About this exercise. Write out again, exactly, the lines of the listing below from the first one through the one that contains "import org.thermotile.jobs.observe.Observe;", and no other lines.

Records provided.
package org.thermotile.jobs.cli;

import java.nio.file.Path;
import java.util.Locale;
import java.util.concurrent.Callable;
import org.apache.spark.sql.SparkSession;
import org.thermotile.jobs.city.SparkSessions;
import org.thermotile.jobs.errors.UserInputException;
import org.thermotile.jobs.observe.Observe;
import org.thermotile.jobs.observe.ObservationSet;
import picocli.CommandLine.Command;
import picocli.CommandLine.Option;
import picocli.CommandLine.Parameters;

/** {@code thermotile observe}: a finished run against thermal images. */
@Command(name = "observe", mixinStandardHelpOptions = true,
        description = {"Compares a finished run's baseline surface temperature with thermal images (surface "
                + "temperature, brightness temperature or radiance) at their acquisition times: difference maps "
                + "(simulated - observed, K = degC difference) and agreement per material and district under "
                + "RUN_DIR/observed/. The run must have kept the acquisition days (outputs.hourly_days)."})
final class ObserveCommand implements Callable<Integer> {
    @Parameters(index = "0", paramLabel = "RUN_DIR")
    Path runDir;

    @Option(names = "--observations", required = true, paramLabel = "FILE.yaml",
            description = "YAML file with an 'observations:' list of images")
    Path observations;

    @Option(names = "--calibrate", paramLabel = "KEYS",
            description = "also fit these material parameters to the images (comma-separated: albedo, emissivity, "
                    + "moisture_availability, anthropogenic_heat) for every material that dominates an observed "
                    + "pixel, or as MATERIAL.KEY for one material (asphalt_aged.albedo); writes observed/calibrated_materials.yaml, observed/calibration.csv and "
                    + "observed/calibration.parquet")
    String calibrate;

    @Option(names = "--run-file", paramLabel = "RUN.yaml",
            description = "the run file of RUN_DIR (needed by --calibrate for the forcing and the materials)")
    Path runFile;

    @Override
    public Integer call() throws Exception {
        try (org.thermotile.jobs.storage.RunLock lock = FolderLock.hold(runDir, "observe")) {
            return work();
        }
    }

    private Integer work() throws Exception {
        ObservationSet set = ObservationSet.read(observations);
        java.util.List<String> keys = null;
        org.thermotile.jobs.city.PreparedRun prepared = null;
        if (calibrate != null) {
            keys = org.thermotile.jobs.observe.Calibrate.keys(calibrate);
            if (runFile == null) {
                throw new UserInputException("--calibrate needs --run-file RUN.yaml, the run file of " + runDir
                        + " (for its forcing and materials); fix: add it");
            }
            prepared = org.thermotile.jobs.city.RunPreparer.prepare(
                    org.thermotile.jobs.config.RunFileReader.read(runFile));
        }
        try (SparkSession spark = SparkSessions.get(null, 0)) {
            java.util.List<Observe.ImageResult> results = Observe.run(spark, runDir, set);
            for (Observe.ImageResult r : results) {
                System.out.printf(Locale.ROOT, "%s: %d pixels, bias %.2f K, RMSE %.2f K, MAE %.2f K, r %.3f%n",
                        r.name(), r.all().count(), r.all().bias(), r.all().rmse(), r.all().mae(), r.all().pearson());
            }
            if (keys != null) {
                System.out.println("calibrating " + String.join(", ", keys) + "…");
                var fit = org.thermotile.jobs.observe.Calibrate.run(spark, runDir, prepared,
                        org.thermotile.jobs.observe.Calibrate.ObserveResultView.of(results, set), keys, System.out);
                for (var e : fit.estimates()) {
                    System.out.printf(Locale.ROOT, "  %s %s: %.4f -> %.4f +/- %.4f%s%n",
                            fit.palette()[e.parameter().material()].id(), e.parameter().key(), e.start(), e.value(),
                            e.standardError(), e.identifiable() ? "" : "  WARNING: not identifiable (" + e.why() + ")");
                }
                System.out.printf(Locale.ROOT, "  sample RMSE %.2f K -> %.2f K (%d evaluations)%n", fit.rmseBeforeK(),
                        fit.rmseAfterK(), fit.evaluations());
            }
        }
        org.thermotile.jobs.catalogue.StacItem.writeAll(runDir);   // the catalogue entry lists the new files
        System.out.println("comparison written to " + runDir.resolve("observed")
                + " (agreement.csv, pairs.csv, difference_*.tif, CAUTIONS.txt)");
        System.out.println("Surface temperature is not air temperature, nor a heat-health index.");
        return 0;
    }
}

Result.
package org.thermotile.jobs.cli;

import java.nio.file.Path;
import java.util.Locale;
import java.util.concurrent.Callable;
import org.apache.spark.sql.SparkSession;
import org.thermotile.jobs.city.SparkSessions;
import org.thermotile.jobs.errors.UserInputException;
import org.thermotile.jobs.observe.Observe;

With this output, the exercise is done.